Summary of the invention

The embodiment of the present invention provides a kind of booster converter, in order to reduce electric energy loss.

A kind of booster converter, comprising: tri-lever boosting circuit, the first switching device and second switch device, wherein:

Described first switching device is parallel to the two ends of the first diode in described tri-lever boosting circuit; The On-resistance of described first switching device is less than the On-resistance of described first diode;

Described second switch device is parallel to the two ends of the second diode in described tri-lever boosting circuit; The On-resistance of described second switch device is less than the On-resistance of described second diode.

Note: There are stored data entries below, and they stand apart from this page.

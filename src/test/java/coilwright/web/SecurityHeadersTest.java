package coilwright.web;

import static io.restassured.RestAssured.given;
import static org.junit.jupiter.api.Assertions.assertEquals;
import static org.junit.jupiter.api.Assertions.assertFalse;
import static org.junit.jupiter.api.Assertions.assertTrue;

import io.restassured.response.Response;
import java.time.Duration;
import java.util.ArrayList;
import java.util.List;
import java.util.Map;
import org.jsoup.nodes.Element;
import org.junit.jupiter.api.BeforeEach;
import org.junit.jupiter.api.Test;
import org.junit.jupiter.api.extension.RegisterExtension;

/**
 * Every page of the route table (path ids filled from a demo design) is parsed: no inline script, no event-handler
 * attribute, no {@code style} element or attribute, no {@code javascript:} link; and every response carries the
 * security headers, so the Content-Security-Policy can forbid inline code.
 */
class SecurityHeadersTest {
    @RegisterExtension
    static final TestApp APP = new TestApp();

    @BeforeEach
    void pointRestAssured() {
        APP.useRestAssured();
    }

    @Test
    void every_page_has_no_inline_script_or_style_and_carries_the_security_headers() {
        Map<String, String> ids = demoIds();
        List<String> checked = new ArrayList<>();
        for (Route route : APP.app().routes()) {
            if (route.method() != io.javalin.http.HandlerType.GET || Route.isApiPath(route.path())) {
                continue;
            }
            String path = route.path().replace("{designId}", ids.get("designId"))
                    .replace("{revisionId}", ids.get("revisionId"));
            if (path.contains("{jobId}")) {
                path = path.replace("{jobId}", sizingJobId());
            }
            if (path.equals("/design/results") || path.equals("/design/bench")) {
                path += "?example=" + ids.get("slug");
            }
            if (path.equals("/compare")) {
                path += "?a=" + ids.get("revisionId") + "&b=" + ids.get("revisionId");
            }
            Response r = given().get(path);
            assertEquals(200, r.statusCode(), path);
            assertHeaders(r, path);
            assertNoInlineCode(r.asString(), path);
            checked.add(path);
        }
        assertTrue(checked.size() >= 12, "pages checked: " + checked);
    }

    /** A small sizing search started as a job, for the job's progress page. */
    static String sizingJobId() {
        try (var in = SecurityHeadersTest.class.getClassLoader().getResourceAsStream("sizing/small-axial-wind-24v.json")) {
            String body = new String(in.readAllBytes(), java.nio.charset.StandardCharsets.UTF_8);
            return given().contentType("application/json").header("Prefer", "respond-async").body(body)
                    .post("/api/v1/sizing").then().statusCode(202).extract().path("id");
        } catch (java.io.IOException e) {
            throw new java.io.UncheckedIOException(e);
        }
    }

    @Test
    void json_errors_static_files_and_token_pages_carry_the_headers_too() {
        assertHeaders(given().get("/api/v1/examples"), "/api/v1/examples");
        assertHeaders(given().get("/api/v1/nothing-here"), "/api/v1/nothing-here");
        assertHeaders(given().get("/nothing-here"), "/nothing-here");
        assertHeaders(given().get("/static/css/coilwright.css"), "/static/css/coilwright.css");
        Response created = given().contentType("application/json").body(demoDocument()).post("/api/v1/designs");
        created.then().statusCode(201);
        assertHeaders(created, "POST /api/v1/designs");
        assertEquals("no-store", created.header("Cache-Control"));
        assertEquals("no-referrer", created.header("Referrer-Policy"));
    }

    @Test
    void the_policy_forbids_inline_code_framing_plugins_and_base() {
        String csp = SecurityHeaders.CONTENT_SECURITY_POLICY;
        assertTrue(csp.contains("default-src 'self'"));
        assertTrue(csp.contains("frame-ancestors 'none'"));
        assertTrue(csp.contains("object-src 'none'"));
        assertTrue(csp.contains("base-uri 'none'"));
        assertTrue(csp.contains("form-action 'self'"));
        assertFalse(csp.contains("unsafe-inline"), csp);
        assertFalse(csp.contains("unsafe-eval"), csp);
    }

    static void assertHeaders(Response r, String what) {
        assertEquals(SecurityHeaders.CONTENT_SECURITY_POLICY, r.header("Content-Security-Policy"), what);
        assertEquals("nosniff", r.header("X-Content-Type-Options"), what);
        assertEquals("no-referrer", r.header("Referrer-Policy"), what);
    }

    /** Fails on any inline script, event handler, style element or attribute, or javascript: URL. */
    static void assertNoInlineCode(String html, String what) {
        var doc = Html.of(html).doc();
        for (Element script : doc.select("script")) {
            assertTrue(script.hasAttr("src") && script.data().isBlank(), what + ": inline script " + script);
        }
        assertTrue(doc.select("style").isEmpty(), what + ": a <style> element");
        assertTrue(doc.select("[style]").isEmpty(), what + ": style attribute on " + first(doc.select("[style]")));
        for (Element e : doc.getAllElements()) {
            e.attributes().forEach(a -> {
                assertFalse(a.getKey().toLowerCase(java.util.Locale.ROOT).startsWith("on"),
                        what + ": event handler " + a.getKey() + " on <" + e.tagName() + ">");
                assertFalse(a.getValue().strip().toLowerCase(java.util.Locale.ROOT).startsWith("javascript:"),
                        what + ": javascript: URL on <" + e.tagName() + ">");
            });
        }
    }

    private static String first(org.jsoup.select.Elements es) {
        return es.isEmpty() ? "" : es.get(0).outerHtml().substring(0, Math.min(200, es.get(0).outerHtml().length()));
    }

    private static Map<String, String> demoIds() {
        long until = System.nanoTime() + Duration.ofSeconds(60).toNanos();
        while (true) {
            List<Map<String, String>> demos = given().get("/api/v1/demos").jsonPath().getList("$");
            if (!demos.isEmpty()) {
                Map<String, String> d = demos.get(0);
                return Map.of("designId", d.get("designId"), "revisionId", d.get("latestRevisionId"), "slug", d.get("slug"));
            }
            if (System.nanoTime() > until) {
                throw new AssertionError("no demo design after 60 s");
            }
            try {
                Thread.sleep(100);
            } catch (InterruptedException e) {
                Thread.currentThread().interrupt();
                throw new AssertionError(e);
            }
        }
    }

    private static String demoDocument() {
        return given().get("/api/v1/designs/" + demoIds().get("designId") + "/export").asString();
    }
}
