#if !SPINWRIGHT_NO_HEAP
  /// Restarts 64 first_word ... 64 (first_word + Words) - 1 of a run seeded with `seed`. Allocates on the heap.
  /// A model that bit_sliced_fits refuses leaves the kernel not valid() (status() says why).
  BitSlicedAnnealer(const Model& model, const BitSlicedParams& params, std::uint64_t seed, std::uint64_t first_word = 0)
      : model_(&model),
        params_(params),
        status_(bit_sliced_fits(model)),
        row_(status_.ok() ? model.num_spins() + 1 : 0, 0),
        slots_(status_.ok() ? count_slots(model) : 0, 0),
        spins_(status_.ok() ? (model.num_spins() + 1) * Words : 0, 0),
        best_(status_.ok() ? model.num_spins() * Words : 0, 0),
        lane_spins_(status_.ok() ? model.num_spins() : 0, 1),
        best_unsat_(status_.ok() ? restarts_per_group : 0, 0),
        lattice_(lattice_for(model, params, status_)),
        board_(board_words(lattice_), 0),
        block_streams_(lattice_.dims != 0 ? Words * lattice_.side : 0) {
    if (valid()) init(seed, first_word);
  }
#endif

  /// The same with the workspace carved from a caller's arena; check valid().
  BitSlicedAnnealer(const Model& model, const BitSlicedParams& params, Arena& arena, std::uint64_t seed,
                    std::uint64_t first_word = 0)
      : model_(&model),
        params_(params),
        status_(bit_sliced_fits(model)),
        row_(status_.ok() ? model.num_spins() + 1 : 0, arena, 0),
        slots_(status_.ok() ? count_slots(model) : 0, arena, 0),
        spins_(status_.ok() ? (model.num_spins() + 1) * Words : 0, arena, 0),
        best_(status_.ok() ? model.num_spins() * Words : 0, arena, 0),
        lane_spins_(status_.ok() ? model.num_spins() : 0, arena, 1),
        best_unsat_(status_.ok() ? restarts_per_group : 0, arena, 0),
        lattice_(lattice_for(model, params, status_)),
        board_(board_words(lattice_), arena, 0),
        block_streams_(lattice_.dims != 0 ? Words * lattice_.side : 0, arena) {
    if (valid()) init(seed, first_word);
  }

  /// Arena bytes the arena constructor needs.
  static std::size_t bytes_needed(const Model& model, const BitSlicedParams& params) {
    const std::size_t n = model.num_spins();
    return arena_bytes<std::uint32_t>(n + 1) + arena_bytes<std::uint32_t>(count_slots(model)) +
           arena_bytes<std::uint64_t>((n + 1) * Words) + arena_bytes<std::uint64_t>(n * Words) +
           arena_bytes<std::int8_t>(n) + arena_bytes<std::int64_t>(restarts_per_group) +
           arena_bytes<std::uint64_t>(board_words(lattice_for(model, params, bit_sliced_fits(model)))) +
           arena_bytes<detail::StreamSet<8>>(lattice_for(model, params, bit_sliced_fits(model)).dims != 0
                                                 ? Words * lattice_for(model, params, bit_sliced_fits(model)).side
                                                 : 0);
  }

  /// False when the model does not qualify (status()) or an arena was too small.
  bool valid() const noexcept {
    return status_.ok() && row_.valid() && slots_.valid() && spins_.valid() && best_.valid() && lane_spins_.valid() &&
           best_unsat_.valid() && board_.valid() && block_streams_.valid();
  }

  /// Whether sweeps run by sublattice (BitSlicedParams::checkerboard, shared draws, a periodic
  /// lattice of even side); the unit they run on, and a way to pick another (false, and no
  /// change, when this CPU or build lacks it). Every unit gives the same answer.
  bool checkerboard() const noexcept { return lattice_.dims != 0 && params_.shared_draws; }
  BitSlicedUnit unit() const noexcept { return unit_; }
  /// Share each half-sweep of the checkerboard with a team (nullptr: none); the answer is the
  /// same with any team. The team must outlive the sweeps it is used for.
  void set_team(BitSlicedTeam* team) noexcept { team_ = team; }
  bool set_unit(BitSlicedUnit unit) noexcept {
    const BitSlicedUnit best = bit_sliced_best_unit();
    if (static_cast<int>(unit) > static_cast<int>(best)) return false;
    unit_ = unit;
    return true;
  }
  /// Why the model does not qualify (bit_sliced_fits), or success.
  const Status& status() const noexcept { return status_; }

  /// New streams for the words from `first_word`, random spins in every restart; counters and bests cleared.
  void reset(std::uint64_t seed, std::uint64_t first_word = 0) {
    if (!valid()) return;
    seed_streams(seed, first_word);
    const std::size_t n = model_->num_spins();
    std::uint64_t all[Words];
    for (std::size_t w = 0; w < Words; ++w) all[w] = 1;
    for (std::size_t i = 0; i < n; ++i) streams_.next(spins_.data() + i * Words, all);
    start();
  }

  /// Every restart of the group starts from the given spins (+1/-1, n of them).
  void warm_start(const std::int8_t* spins, std::uint64_t seed, std::uint64_t first_word = 0) {
    if (!valid()) return;
    seed_streams(seed, first_word);
    const std::size_t n = model_->num_spins();
    for (std::size_t i = 0; i < n; ++i)
      for (std::size_t w = 0; w < Words; ++w) spins_[i * Words + w] = spins[i] < 0 ? ~std::uint64_t{0} : 0;
    start();
  }

  /// Restarts in the group, and the index (seed, r) of the first of them.
  std::size_t restarts() const noexcept { return restarts_per_group; }
  std::uint64_t first_restart() const noexcept { return 64 * first_word_; }

  /// Best energy restart k (0 .. restarts() - 1) of the group has reached at a sweep end.
  energy_type best_energy(std::size_t k) const noexcept {
    track();
    return energy_of_unsat(best_unsat_[k]);
  }
  /// Its best spins (+1/-1) into out[0 .. n - 1].
  void best_spins(std::size_t k, std::int8_t* out) const noexcept {
    track();
    copy_best(k, out);
  }
  /// The restarts of word w (bit k: restart 64 w + k) whose best state has a single flip that
  /// lowers its energy: a descent from it would move. A clear bit is a local minimum of single
  /// flips, on which a steepest descent makes its one pass of N attempts and stops; this
  /// check does that pass for the 64 restarts at once, counting each spin's unsatisfied bonds
  /// with bitwise adders (O(bonds) word operations). No allocation. On the checkerboard it
  /// unpacks the board's best words into scratch storage: one call at a time per kernel.
  std::uint64_t improvable_best(std::size_t w) const noexcept {
    if (!valid() || w >= Words) return 0;
    track();
    const std::size_t n = model_->num_spins();
    if (lattice_.dims != 0) {
      // The best words live on the board: bring word w's into best_ (unused by that layout).
      const std::size_t plane = lattice_.plane(), side = lattice_.side, stride = lattice_.stride();
      const std::uint64_t* from = board_.data() + 2 * Words * plane + 2 * w * plane;
      for (std::size_t r = 0, i = 0; r < n / side; ++r) {
        const std::size_t parity = (r + r / side) & 1u;
        const std::uint64_t* row = from + r * stride + 1;
        for (std::size_t x = 0; x < side; ++x, ++i) best_[i * Words + w] = row[((x + parity) & 1u) * plane + x / 2];
      }
    }
    std::uint64_t improvable = 0;
    for (std::size_t i = 0; i < n; ++i) {
      const std::uint64_t own = best_[i * Words + w];
      std::uint64_t count[5] = {0, 0, 0, 0, 0};  // degree <= 15, plus a field: at most 16 bonds
      for (std::uint32_t t = row_[i]; t < row_[i + 1]; ++t) {
        const std::uint32_t slot = slots_[t];
        const std::size_t j = slot & ~antiparallel_flag;
        const std::uint64_t other = j == n ? 0 : best_[j * Words + w];  // site n: the field's +1
        std::uint64_t carry = own ^ other ^ ((slot & antiparallel_flag) ? ~std::uint64_t{0} : 0);  // unsatisfied
        for (std::uint64_t& plane : count) {
          const std::uint64_t next = plane & carry;
          plane ^= carry;
          carry = next;
        }
      }
      // With k of D bonds unsatisfied the flip changes the energy by 2 J (D - 2 k): it lowers
      // the energy where k >= D / 2 + 1 (the lanes whose count is at least that).
      const std::uint32_t least = (row_[i + 1] - row_[i]) / 2 + 1;
      std::uint64_t above = 0, equal = ~std::uint64_t{0};
      for (int b = 4; b >= 0; --b) {
        const std::uint64_t plane = count[b];
        if ((least >> b) & 1u) {
          equal &= plane;
        } else {
          above |= equal & plane;
          equal &= ~plane;
        }
      }
      improvable |= above | equal;
    }
    return improvable;
  }
  /// The current energy of every restart of the group into out[0 .. restarts() - 1] (counts
  /// the unsatisfied bonds: O(bonds) word operations).
  void current_energies(energy_type* out) const noexcept {
    std::int64_t unsat[restarts_per_group];
    count_unsatisfied(unsat);
    for (std::size_t k = 0; k < restarts_per_group; ++k) out[k] = energy_of_unsat(unsat[k]);
  }
  /// Its current spins (+1/-1) into out[0 .. n - 1].
  void current_spins(std::size_t k, std::int8_t* out) const noexcept {
    sync();
    copy_lane(spins_.data(), k, out);
  }

  /// The best restart of the group (lowest energy, ties to the lowest k) as a BestView; the
  /// spins are unpacked into the kernel's own buffer, valid until the next call or sweep.
  BestView<energy_type> best() const noexcept {
    track();
    const std::size_t k = best_lane();
    if (valid()) copy_best(k, lane_spins_.data());
    return {lane_spins_.data(), lane_spins_.size(), valid() ? best_energy(k) : energy_type{}, best_sweep_};
  }
  std::size_t best_restart() const noexcept {
    track();
    return best_lane();
  }
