def minimum_extra_budget(
    problem: Problem, feasible: Callable[[Problem], bool] | None = None, step_usd: float = 10.0,
    with_extra: Callable[[float], bool] | None = None, stop: Callable[[], bool] | None = None,
) -> float | None:
    """Smallest extra budget per year (multiple of ``step_usd``) that makes ``problem``
    feasible, by bisection, or ``None`` if even a very large budget does not.

    Parameters
    ----------
    problem : Problem
        The problem.
    feasible : callable or None
        Returns True if a :class:`Problem` is feasible.
    step_usd : float
        Resolution of the search, USD per year.
    with_extra : callable or None
        Instead of ``feasible``: returns True if ``problem`` with that many USD added to every
        year's budget is feasible (e.g. :meth:`MilpSolver.feasible_with_extra_budget`).
    stop : callable or None
        Asked before each step of the bisection: when it returns True the bisection stops and
        returns the smallest amount found to be enough so far.

    Returns
    -------
    float or None
        Extra budget, USD per year.
    """
    if with_extra is None:
        if feasible is None:
            raise TypeError("minimum_extra_budget needs feasible or with_extra")
        test = feasible

        def with_extra(e: float) -> bool:
            return test(problem.replace(budget_usd=tuple(b + e for b in problem.budget_usd)))

    hi = sum(max(p.cost_usd) for p in problem.projects) + 1.0
    hi += problem.loan_limit_usd * (1.0 + problem.loan_interest_per_usd())
    hi = step_usd * -(-hi // step_usd)
    if not with_extra(hi):
        return None
    lo = 0.0
    if with_extra(0.0):
        return 0.0
    while hi - lo > step_usd:
        if stop is not None and stop():
            break  # hi is known to be enough
        mid = step_usd * ((lo + hi) / 2 // step_usd)
        if mid <= lo:
            mid = lo + step_usd
        if mid >= hi:
            break
        if with_extra(mid):
            hi = mid
        else:
            lo = mid
    return hi


def first_true(lo: int, hi: int, test: Callable[[int], bool]) -> int | None:
    """The smallest ``k`` in ``lo..hi`` with ``test(k)`` true, for a test that stays true once it
    is (monotone); None when none is. Galloping search (``lo``, ``lo + 1``, ``lo + 3``, ... then
    bisection): about ``2 log2(k - lo)`` tests, few when the answer is near ``lo``, as it
    usually is."""
    below, step, k = lo - 1, 1, lo  # test(below) is false (or below is out of range)
    while k <= hi:
        if test(k):
            break
        below, k, step = k, k + step, step * 2
    else:
        if below >= hi or not test(hi):
            return None
        k = hi
    while k - below > 1:  # test(k) true, test(below) false
        mid = (below + k) // 2
        if test(mid):
            k = mid
        else:
            below = mid
    return k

Beneficial effect of the present invention comprises:

In the scheme that the embodiment of the present invention provides, on the basis of existing tri-lever boosting circuit, increase the two ends that two switching devices are parallel to two diodes in tri-lever boosting circuit respectively, when circuit working is in the state of input voltage higher than output voltage, control two switching devices and close, the On-resistance due to switching device is less than the On-resistance of diode, therefore, compared to prior art, can electric energy loss be reduced, improve circuit efficiency.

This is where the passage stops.